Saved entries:
★ ★ ★ ★ ★ ★ ★

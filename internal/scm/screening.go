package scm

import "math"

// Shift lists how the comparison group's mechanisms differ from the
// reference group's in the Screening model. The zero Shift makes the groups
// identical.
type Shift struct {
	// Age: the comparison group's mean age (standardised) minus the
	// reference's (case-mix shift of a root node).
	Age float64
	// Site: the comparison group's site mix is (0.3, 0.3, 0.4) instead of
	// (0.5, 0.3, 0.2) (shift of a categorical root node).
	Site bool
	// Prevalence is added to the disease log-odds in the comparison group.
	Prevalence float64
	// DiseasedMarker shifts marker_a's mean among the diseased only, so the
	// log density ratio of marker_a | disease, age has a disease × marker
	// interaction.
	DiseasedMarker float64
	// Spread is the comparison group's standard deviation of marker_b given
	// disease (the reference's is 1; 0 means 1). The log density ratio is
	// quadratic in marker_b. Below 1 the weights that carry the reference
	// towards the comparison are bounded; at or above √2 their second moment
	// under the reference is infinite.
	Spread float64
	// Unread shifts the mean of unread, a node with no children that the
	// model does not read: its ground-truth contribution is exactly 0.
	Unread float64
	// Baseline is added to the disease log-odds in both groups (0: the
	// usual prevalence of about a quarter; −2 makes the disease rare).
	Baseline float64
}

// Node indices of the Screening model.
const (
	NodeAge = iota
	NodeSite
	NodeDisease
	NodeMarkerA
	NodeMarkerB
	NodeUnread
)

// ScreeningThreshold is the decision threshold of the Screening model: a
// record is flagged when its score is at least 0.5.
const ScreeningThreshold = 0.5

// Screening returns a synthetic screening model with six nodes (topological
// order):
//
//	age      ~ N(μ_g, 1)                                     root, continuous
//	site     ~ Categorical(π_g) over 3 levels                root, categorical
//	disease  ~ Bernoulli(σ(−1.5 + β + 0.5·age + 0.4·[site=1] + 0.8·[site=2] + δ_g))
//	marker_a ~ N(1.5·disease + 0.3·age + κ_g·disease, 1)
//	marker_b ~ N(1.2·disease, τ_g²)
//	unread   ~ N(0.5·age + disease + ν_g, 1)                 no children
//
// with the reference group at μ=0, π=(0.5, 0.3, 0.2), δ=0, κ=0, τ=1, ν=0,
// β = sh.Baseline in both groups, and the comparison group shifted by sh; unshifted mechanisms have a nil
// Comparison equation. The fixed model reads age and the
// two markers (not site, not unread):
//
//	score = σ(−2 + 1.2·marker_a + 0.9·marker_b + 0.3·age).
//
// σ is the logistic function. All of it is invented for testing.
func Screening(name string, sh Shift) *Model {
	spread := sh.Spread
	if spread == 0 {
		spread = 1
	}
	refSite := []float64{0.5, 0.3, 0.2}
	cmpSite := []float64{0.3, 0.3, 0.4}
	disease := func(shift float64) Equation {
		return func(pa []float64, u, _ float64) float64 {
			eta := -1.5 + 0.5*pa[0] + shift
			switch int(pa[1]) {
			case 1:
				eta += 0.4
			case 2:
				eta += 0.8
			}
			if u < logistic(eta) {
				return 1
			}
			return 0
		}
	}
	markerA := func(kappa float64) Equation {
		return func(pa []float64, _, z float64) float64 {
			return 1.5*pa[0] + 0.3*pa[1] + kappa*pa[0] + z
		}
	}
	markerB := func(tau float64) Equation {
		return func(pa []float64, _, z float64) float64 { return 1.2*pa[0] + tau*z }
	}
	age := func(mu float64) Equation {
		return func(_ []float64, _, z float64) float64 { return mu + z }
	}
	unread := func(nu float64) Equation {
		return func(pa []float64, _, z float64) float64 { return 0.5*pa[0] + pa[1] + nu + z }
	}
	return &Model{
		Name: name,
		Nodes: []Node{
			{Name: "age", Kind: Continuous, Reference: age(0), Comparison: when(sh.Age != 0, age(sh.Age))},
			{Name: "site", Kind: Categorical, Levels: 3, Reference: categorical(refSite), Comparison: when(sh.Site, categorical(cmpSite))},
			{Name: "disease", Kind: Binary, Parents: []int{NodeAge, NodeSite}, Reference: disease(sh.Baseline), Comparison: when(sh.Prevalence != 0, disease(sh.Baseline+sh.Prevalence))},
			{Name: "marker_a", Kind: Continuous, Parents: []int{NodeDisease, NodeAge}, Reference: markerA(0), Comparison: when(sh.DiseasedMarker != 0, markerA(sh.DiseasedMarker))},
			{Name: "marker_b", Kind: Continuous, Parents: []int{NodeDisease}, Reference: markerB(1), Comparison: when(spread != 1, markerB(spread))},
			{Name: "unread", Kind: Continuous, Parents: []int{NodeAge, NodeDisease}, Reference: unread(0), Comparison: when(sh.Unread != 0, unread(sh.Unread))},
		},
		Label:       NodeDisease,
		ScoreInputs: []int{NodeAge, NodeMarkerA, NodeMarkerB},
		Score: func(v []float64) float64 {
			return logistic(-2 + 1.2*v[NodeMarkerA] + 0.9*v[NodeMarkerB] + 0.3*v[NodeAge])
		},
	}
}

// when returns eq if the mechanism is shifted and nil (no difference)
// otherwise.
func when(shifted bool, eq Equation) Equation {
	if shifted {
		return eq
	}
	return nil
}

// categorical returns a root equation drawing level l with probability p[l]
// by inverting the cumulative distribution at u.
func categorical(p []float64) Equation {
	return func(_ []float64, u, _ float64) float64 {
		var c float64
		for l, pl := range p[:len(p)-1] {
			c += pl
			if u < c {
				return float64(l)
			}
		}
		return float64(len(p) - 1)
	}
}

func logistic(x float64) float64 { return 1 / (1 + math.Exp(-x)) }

★ ★ ★ ★ ★ ★ ★

Task directions
Beginning at the first line of the data above, retype each line until you reach the line containing "of marker_b given", and include that one too. Add nothing else.

Output of the exercise
filename internal/scm/screening.go
package scm

import "math"

// Shift lists how the comparison group's mechanisms differ from the
// reference group's in the Screening model. The zero Shift makes the groups
// identical.
type Shift struct {
	// Age: the comparison group's mean age (standardised) minus the
	// reference's (case-mix shift of a root node).
	Age float64
	// Site: the comparison group's site mix is (0.3, 0.3, 0.4) instead of
	// (0.5, 0.3, 0.2) (shift of a categorical root node).
	Site bool
	// Prevalence is added to the disease log-odds in the comparison group.
	Prevalence float64
	// DiseasedMarker shifts marker_a's mean among the diseased only, so the
	// log density ratio of marker_a | disease, age has a disease × marker
	// interaction.
	DiseasedMarker float64
	// Spread is the comparison group's standard deviation of marker_b given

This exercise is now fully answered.